[REQUIREMENT]:
The answer must be every line from the entries below that contains "jobs".

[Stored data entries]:
---+---
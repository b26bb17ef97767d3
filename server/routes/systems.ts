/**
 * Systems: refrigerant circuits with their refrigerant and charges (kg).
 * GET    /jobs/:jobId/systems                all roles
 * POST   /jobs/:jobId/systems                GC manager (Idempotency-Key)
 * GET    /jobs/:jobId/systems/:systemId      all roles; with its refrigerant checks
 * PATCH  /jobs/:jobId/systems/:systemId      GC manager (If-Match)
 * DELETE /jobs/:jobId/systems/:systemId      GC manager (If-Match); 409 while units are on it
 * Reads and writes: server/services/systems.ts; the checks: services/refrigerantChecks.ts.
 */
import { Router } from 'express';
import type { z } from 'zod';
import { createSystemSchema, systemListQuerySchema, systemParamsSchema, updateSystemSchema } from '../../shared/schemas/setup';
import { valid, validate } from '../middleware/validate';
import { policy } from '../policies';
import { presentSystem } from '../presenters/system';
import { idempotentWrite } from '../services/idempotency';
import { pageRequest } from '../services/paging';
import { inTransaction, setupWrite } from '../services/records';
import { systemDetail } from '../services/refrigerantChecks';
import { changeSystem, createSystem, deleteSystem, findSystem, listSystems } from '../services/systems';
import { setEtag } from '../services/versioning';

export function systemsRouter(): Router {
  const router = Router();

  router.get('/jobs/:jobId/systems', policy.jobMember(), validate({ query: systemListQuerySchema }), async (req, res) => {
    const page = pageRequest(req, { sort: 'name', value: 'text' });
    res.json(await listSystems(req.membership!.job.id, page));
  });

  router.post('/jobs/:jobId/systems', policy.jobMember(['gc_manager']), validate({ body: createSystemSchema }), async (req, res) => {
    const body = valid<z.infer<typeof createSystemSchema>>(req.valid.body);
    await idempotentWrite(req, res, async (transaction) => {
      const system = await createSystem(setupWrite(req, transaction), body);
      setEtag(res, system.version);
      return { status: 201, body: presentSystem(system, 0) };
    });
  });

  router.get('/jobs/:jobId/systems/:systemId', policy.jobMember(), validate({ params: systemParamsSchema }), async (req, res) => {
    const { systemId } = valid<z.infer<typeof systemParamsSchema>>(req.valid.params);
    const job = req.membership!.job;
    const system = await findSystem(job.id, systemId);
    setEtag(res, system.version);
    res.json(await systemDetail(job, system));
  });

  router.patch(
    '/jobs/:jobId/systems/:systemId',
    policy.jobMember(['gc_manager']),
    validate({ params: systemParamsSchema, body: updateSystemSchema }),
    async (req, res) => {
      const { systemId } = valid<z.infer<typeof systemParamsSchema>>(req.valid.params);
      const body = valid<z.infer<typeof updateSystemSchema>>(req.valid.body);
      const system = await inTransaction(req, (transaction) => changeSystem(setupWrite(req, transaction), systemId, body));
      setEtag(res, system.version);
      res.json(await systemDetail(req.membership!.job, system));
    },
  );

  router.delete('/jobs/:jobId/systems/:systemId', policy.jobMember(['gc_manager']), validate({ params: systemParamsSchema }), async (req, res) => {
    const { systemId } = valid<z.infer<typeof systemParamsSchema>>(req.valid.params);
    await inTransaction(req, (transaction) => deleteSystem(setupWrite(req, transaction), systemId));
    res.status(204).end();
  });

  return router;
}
---+---
[SOLVED EXERCISE]:
 * GET    /jobs/:jobId/systems                all roles
 * POST   /jobs/:jobId/systems                GC manager (Idempotency-Key)
 * GET    /jobs/:jobId/systems/:systemId      all roles; with its refrigerant checks
 * PATCH  /jobs/:jobId/systems/:systemId      GC manager (If-Match)
 * DELETE /jobs/:jobId/systems/:systemId      GC manager (If-Match); 409 while units are on it
  router.get('/jobs/:jobId/systems', policy.jobMember(), validate({ query: systemListQuerySchema }), async (req, res) => {
  router.post('/jobs/:jobId/systems', policy.jobMember(['gc_manager']), validate({ body: createSystemSchema }), async (req, res) => {
  router.get('/jobs/:jobId/systems/:systemId', policy.jobMember(), validate({ params: systemParamsSchema }), async (req, res) => {
    '/jobs/:jobId/systems/:systemId',
  router.delete('/jobs/:jobId/systems/:systemId', policy.jobMember(['gc_manager']), validate({ params: systemParamsSchema }), async (req, res) => {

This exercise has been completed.